Comparison of instrumental variable methods with continuous exposure and binary outcome: A simulation study

J Epidemiol. 2024 Apr 20. doi: 10.2188/jea.JE20230271. Online ahead of print.

Abstract

Background: Instrumental variable (IV) methods are widely employed to estimate causal effects when concerns regarding unmeasured confounders. Although comparisons among several IV methods for binary outcomes exist, comprehensive evaluations are insufficient. Therefore, in this study, we aimed to conduct a simulation with some settings for a detailed comparison of these methods, focusing on scenarios where IVs are valid and under effect homogeneity with different instrument strengths.

Methods: We compared six IV methods under 32 simulation scenarios: two-stage least squares (2SLS), two-stage predictor substitutions (2SPS), two-stage residual inclusions (2SRI), limited information maximum likelihood (LIML), inverse-variance weighted methods with a linear outcome model (IVWLI), and inverse-variance weighted methods with a non-linear model (IVWLL).

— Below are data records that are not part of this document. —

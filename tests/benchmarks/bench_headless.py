"""Speed and memory of the headless host, measured as ratios within one run.

    python -m tests.benchmarks.bench_headless [ROWS]

- TB_SCHEDULE on a table of bends (100 000 rows) against the same sums as ordinary
  formulas (12 cells a row) in the same evaluator. Timed is what the evaluator does once
  the workbook is loaded; reading the file and storing the values are told apart.
- 10 000 cells of TB_BEND against a registered callback that does nothing, both with the
  same arguments.
- Peak memory of evaluating and storing the table, in a process of its own.
- Start of the command line, as a whole process.
"""

from __future__ import annotations

import gc
import statistics
import subprocess
import sys
import tempfile
import time
from collections.abc import Callable, Iterable
from pathlib import Path
from typing import Any, Final

import formualizer
import openpyxl

from thrustbook.addin.hosts.headless.evaluate import evaluate_workbook
from thrustbook.addin.hosts.headless.host import Functions, Host
from thrustbook.addin.xlsx.package import Package

HEADINGS: Final = ("name", "fitting", "rho", "D1", "p1", "Q", "theta", "K")
NATIVE: Final = (  # the bend of TB_BEND in metric units, long-hand, a cell each
    "PI()/4*(D{r}/1000)^2",
    "F{r}/1000/J{r}",
    "K{r}",
    "E{r}*1000",
    "M{r}-H{r}*C{r}*K{r}^2/2",
    "M{r}*J{r}+C{r}*K{r}^2*J{r}",
    "N{r}*J{r}+C{r}*L{r}^2*J{r}",
    "(O{r}-P{r}*COS(RADIANS(G{r})))/1000",
    "-P{r}*SIN(RADIANS(G{r}))/1000",
    "SQRT(Q{r}^2+R{r}^2)",
    "DEGREES(ATAN2(Q{r},R{r}))",
    "-Q{r}",
)
SINGLE_CELLS: Final = 10_000


def rows(count: int) -> Iterable[list[Any]]:
    """Bends of invented sizes."""
    for i in range(count):
        yield [
            f"B{i}",
            "bend",
            1000.0,
            200.0 + i % 40 * 10,
            300.0 + i % 7 * 50,
            20.0 + i % 90,
            5.0 + i % 86,
            0.2,
        ]


def save(path: Path, count: int, formulas: Callable[[int], list[str]]) -> None:
    """Write a workbook of bends with formulas behind the columns of each row."""
    book = openpyxl.Workbook(write_only=True)
    sheet = book.create_sheet("S")
    sheet.append(list(HEADINGS))
    for i, row in enumerate(rows(count), 2):
        sheet.append([*row, None, *formulas(i)])
    book.save(path)


def schedule(count: int) -> Callable[[int], list[Any]]:
    """One array formula in the first row."""

    def formulas(i: int) -> list[Any]:
        text = f'=TB_SCHEDULE("all","metric",A1:H1,A2:H{count + 1})'
        return [openpyxl.worksheet.formula.ArrayFormula(f"J2:U{count + 1}", text)] if i == 2 else []

    return formulas


def timed(action: Callable[[], Any]) -> tuple[float, Any]:
    """Run once."""
    start = time.perf_counter()
    outcome = action()
    return time.perf_counter() - start, outcome


def evaluated(path: Path, prepare: Callable[[Any], None] = lambda book: None) -> float:
    """Load a workbook into the evaluator, then time the evaluation alone."""
    book = formualizer.Workbook.from_path(str(path))
    prepare(book)
    gc.disable()  # as the host does
    try:
        return timed(book.evaluate_all)[0]
    finally:
        gc.enable()


def bench_schedule(folder: Path, count: int) -> None:
    """Compare the block function with ordinary formulas."""
    save(folder / "native.xlsx", count, lambda i: ["=" + f.format(r=i) for f in NATIVE])
    save(folder / "block.xlsx", count, schedule(count))
    functions = Functions.of_catalogue()
    kept: list[Any] = []

    def whole(*args: Any) -> float:
        # As the host does with a large block: the grid is kept, the evaluator gets a value.
        kept.append(functions.call("TB_SCHEDULE", args))
        return 0.0

    def prepare(book: Any) -> None:
        book.register_function("TB_SCHEDULE", whole)
        book.set_formula("S", 2, 10, f'=TB_SCHEDULE("all","metric",A1:H1,A2:H{count + 1})')

    pairs = [(evaluated(folder / "block.xlsx", prepare), evaluated(folder / "native.xlsx")) for _ in range(3)]
    ours = min(a for a, _ in pairs)
    ratio = statistics.median(b / a for a, b in pairs)
    print(f"TB_SCHEDULE, {count} rows by 12 results, in the evaluator")
    print(f"  {ours / count * 1e6:.2f} us a row; ordinary formulas take {ratio:.1f} times as long")
    read, package = timed(lambda: Package.read(folder / "block.xlsx"))
    work, evaluation = timed(lambda: evaluate_workbook(package))
    store, _ = timed(lambda: package.save(folder / "out.xlsx", evaluation.replaced))
    print(f"  the whole command: read {read:.2f} s, evaluate and lay out {work:.2f} s, save {store:.2f} s")


def bench_single_cells() -> None:
    """Compare 10 000 single cells with an empty callback."""
    host = Host(Functions.of_catalogue())

    def book(name: str, register: Callable[[Any], None]) -> Any:
        made = formualizer.Workbook()
        made.add_sheet("S")
        register(made)
        cells = [[200.0 + i % 50, 0.0, 20.0 + i % 80] for i in range(SINGLE_CELLS)]
        for start in range(0, SINGLE_CELLS, 1000):
            made.set_values_batch("S", start + 1, 1, cells[start : start + 1000])
        texts = [[f'={name}("F","metric",1000,A{i},400,C{i},90)'] for i in range(1, SINGLE_CELLS + 1)]
        made.set_formulas_batch("S", 1, 5, texts)
        return made

    ratios = []
    for _ in range(5):
        empty = book("TB_EMPTY", lambda b: b.register_function("TB_EMPTY", lambda *a: 1.0))
        ours = book("TB_BEND", host.register)
        nothing, bend = timed(empty.evaluate_all)[0], timed(ours.evaluate_all)[0]
        ratios.append(bend / nothing)
    print(f"{SINGLE_CELLS} cells of TB_BEND")
    print(f"  {statistics.median(ratios):.2f} times an empty callback (median of 5; asked: at most 2.5)")


def peak(path: Path) -> float:
    """Peak memory [MB] of the command that evaluates and stores a workbook."""
    code = (
        "import resource, subprocess, sys; "
        "subprocess.run(sys.argv[1:], check=True, stdout=subprocess.DEVNULL); "
        "print(resource.getrusage(resource.RUSAGE_CHILDREN).ru_maxrss / 1000)"
    )
    command = [sys.executable, "-m", "thrustbook.addin.cli", "evaluate", str(path), "-o", f"{path}.out.xlsx"]
    done = subprocess.run([sys.executable, "-c", code, *command], check=True, capture_output=True, text=True)
    return float(done.stdout)


def main() -> None:
    """Print all figures."""
    count = int(sys.argv[1]) if len(sys.argv) > 1 else 100_000
    with tempfile.TemporaryDirectory() as folder:
        bench_schedule(Path(folder), count)
        memory = peak(Path(folder) / "block.xlsx")
    print(f"  peak memory of the whole command {memory:.0f} MB (asked: below 500)")
    bench_single_cells()
    start = [
        timed(lambda: subprocess.run([sys.executable, "-m", "thrustbook.addin.cli", "functions"], check=True,
                                     capture_output=True))[0]
        for _ in range(5)
    ]  # fmt: skip
    print(
        f"Start of `thrustbook functions`: {statistics.median(start):.2f} s (median of 5; asked: below 0.4)"
    )


if __name__ == "__main__":
    main()
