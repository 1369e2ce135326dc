"""Large workbooks for the benchmark in Calc, written directly as .xlsx."""

from __future__ import annotations

import random
import re
import zipfile
from collections.abc import Iterable, Sequence
from pathlib import Path
from typing import Final

from thrustbook.addin.catalogue.registry import CATALOGUE
from thrustbook.addin.catalogue.types import Longhand
from thrustbook.addin.hosts.headless.a1 import to_a1

_MAIN: Final = "http://schemas.openxmlformats.org/spreadsheetml/2006/main"
_REL: Final = "http://schemas.openxmlformats.org/officeDocument/2006/relationships"
_PACKAGE: Final = "http://schemas.openxmlformats.org/package/2006/relationships"
_TYPES: Final = "http://schemas.openxmlformats.org/package/2006/content-types"
_KIND: Final = "application/vnd.openxmlformats-officedocument.spreadsheetml"

HEADINGS: Final = ("fitting", "rho", "D1", "p1", "Q", "theta", "D2")
NATIVE: Final = (
    ("H", "PI()/4*C{r}^2"),  # area at section 1
    ("I", "PI()/4*G{r}^2"),  # area at section 2
    ("J", "E{r}/H{r}"),  # velocities
    ("K", "E{r}/I{r}"),
    ("L", "D{r}+B{r}/2*(J{r}^2-K{r}^2)"),  # pressure at section 2
    ("M", "D{r}*H{r}+B{r}*E{r}*J{r}"),  # impulse at either section
    ("N", "L{r}*I{r}+B{r}*E{r}*K{r}"),
    ("O", "RADIANS(F{r})"),
    ("P", "M{r}-N{r}*COS(O{r})"),  # thrust along x, along y, magnitude, direction
    ("Q", "-N{r}*SIN(O{r})"),
    ("R", "SQRT(P{r}^2+Q{r}^2)"),
    ("S", "DEGREES(ATAN2(P{r},Q{r}))"),
)
"""The sums of one bend as a sheet of ordinary formulas has them: one step a cell."""


def longhand() -> list[tuple[str, str]]:
    """The long-hand working of TB_BEND as a checking sheet has it: one step a cell, from column H on."""
    row = CATALOGUE["TB_BEND"]
    assert isinstance(row.longhand, Longhand)
    cells = {name: f"{chr(65 + j)}{{r}}" for j, name in enumerate(HEADINGS)}
    cells["theta"] = "RADIANS(F{r})"
    neutral = {"alpha1": "1", "alpha2": "1", "beta1": "1", "beta2": "1", "K": "0", "dz": "0", "p2": '""'}
    cells |= {name: value for name, value in neutral.items() if name not in cells}
    out = []
    for j, step in enumerate(row.longhand.steps, len(HEADINGS) + 1):
        out.append((to_a1(1, j)[:-1], re.sub(r"\{([^{}]+)\}", lambda m: cells[m[1]], step.formula)))
        cells[step.symbol] = to_a1(1, j)[:-1] + "{r}"
    return out


def bends(count: int) -> list[list[float]]:
    """Invented bends: rho, D1, p1, Q, theta, D2, in SI units and degrees."""
    draw = random.Random(7).uniform
    return [
        [draw(990, 1010), draw(0.2, 1.0), draw(1e5, 1e6), draw(0.05, 0.3), draw(5, 120), draw(0.2, 1.0)]
        for _ in range(count)
    ]


def write(path: Path, rows: Sequence[Sequence[float]], formulas: Iterable[tuple[str, str, str]]) -> None:
    """Write a sheet "Data": headings in row 1, a bend a row below, and formulas.

    A formula is (column, text with {r} for the row, extent of an array or ""); one
    with an extent stands in row 2 alone, any other in every row.
    """
    cells, arrays = [], []
    for column, text, extent in formulas:
        (arrays if extent else cells).append((column, text.replace("&", "&amp;"), extent))
    head = "".join(
        f'<c r="{chr(65 + j)}1" t="inlineStr"><is><t>{name}</t></is></c>' for j, name in enumerate(HEADINGS)
    )
    lines = [f'<row r="1">{head}</row>']
    for r, values in enumerate(rows, 2):
        line = f'<row r="{r}"><c r="A{r}" t="inlineStr"><is><t>bend</t></is></c>'
        line += "".join(f'<c r="{chr(66 + j)}{r}"><v>{value!r}</v></c>' for j, value in enumerate(values))
        line += "".join(f'<c r="{c}{r}"><f>{text.format(r=r)}</f></c>' for c, text, _ in cells)
        if r == 2:
            line += "".join(
                f'<c r="{c}{r}"><f t="array" ref="{extent}">{text}</f></c>' for c, text, extent in arrays
            )
        lines.append(line + "</row>")
    sheet = f'<worksheet xmlns="{_MAIN}"><sheetData>{"".join(lines)}</sheetData></worksheet>'
    book = (
        f'<workbook xmlns="{_MAIN}" xmlns:r="{_REL}"><sheets>'
        '<sheet name="Data" sheetId="1" r:id="rId1"/></sheets></workbook>'
    )
    parts = {
        "[Content_Types].xml": f'<Types xmlns="{_TYPES}">'
        '<Default Extension="rels" ContentType="application/vnd.openxmlformats-package.relationships+xml"/>'
        f'<Override PartName="/xl/workbook.xml" ContentType="{_KIND}.sheet.main+xml"/>'
        f'<Override PartName="/xl/worksheets/sheet1.xml" ContentType="{_KIND}.worksheet+xml"/></Types>',
        "_rels/.rels": _relations(f"{_REL}/officeDocument", "xl/workbook.xml"),
        "xl/workbook.xml": book,
        "xl/_rels/workbook.xml.rels": _relations(f"{_REL}/worksheet", "worksheets/sheet1.xml"),
        "xl/worksheets/sheet1.xml": sheet,
    }
    with zipfile.ZipFile(path, "w", zipfile.ZIP_DEFLATED, compresslevel=1) as archive:
        for name, text in parts.items():
            archive.writestr(name, '<?xml version="1.0" encoding="UTF-8"?>' + text)


def _relations(kind: str, target: str) -> str:
    link = f'<Relationship Id="rId1" Type="{kind}" Target="{target}"/>'
    return f'<Relationships xmlns="{_PACKAGE}">{link}</Relationships>'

By comparing these methods, we examined three key estimates: the parameter estimates of the exposure variable, the causal risk ratio, and the causal risk differences.

Results: Based on the results, six IV methods could be classified into three groups: 2SLS and IVWLI, 2SRI and 2SPS, and LIML and IVWLL. The first pair showed a clear bias owing to outcome model misspecification. The second pair showed a relatively good performance when strong IVs are available; however, the estimates suffered from a significant bias when only weak IVs are used. The third pair produced relatively conservative results, although they were less affected by weak IV issues.

Conclusions: The findings indicate that no panacea is available for the bias associated with IV methods. We suggest using multiple IV methods: one for primary analysis and another for sensitivity analysis.

Keywords: inverse-variance weighted method; limited information maximum likelihood; two-stage least square; two-stage residual inclusion; weak instrument bias.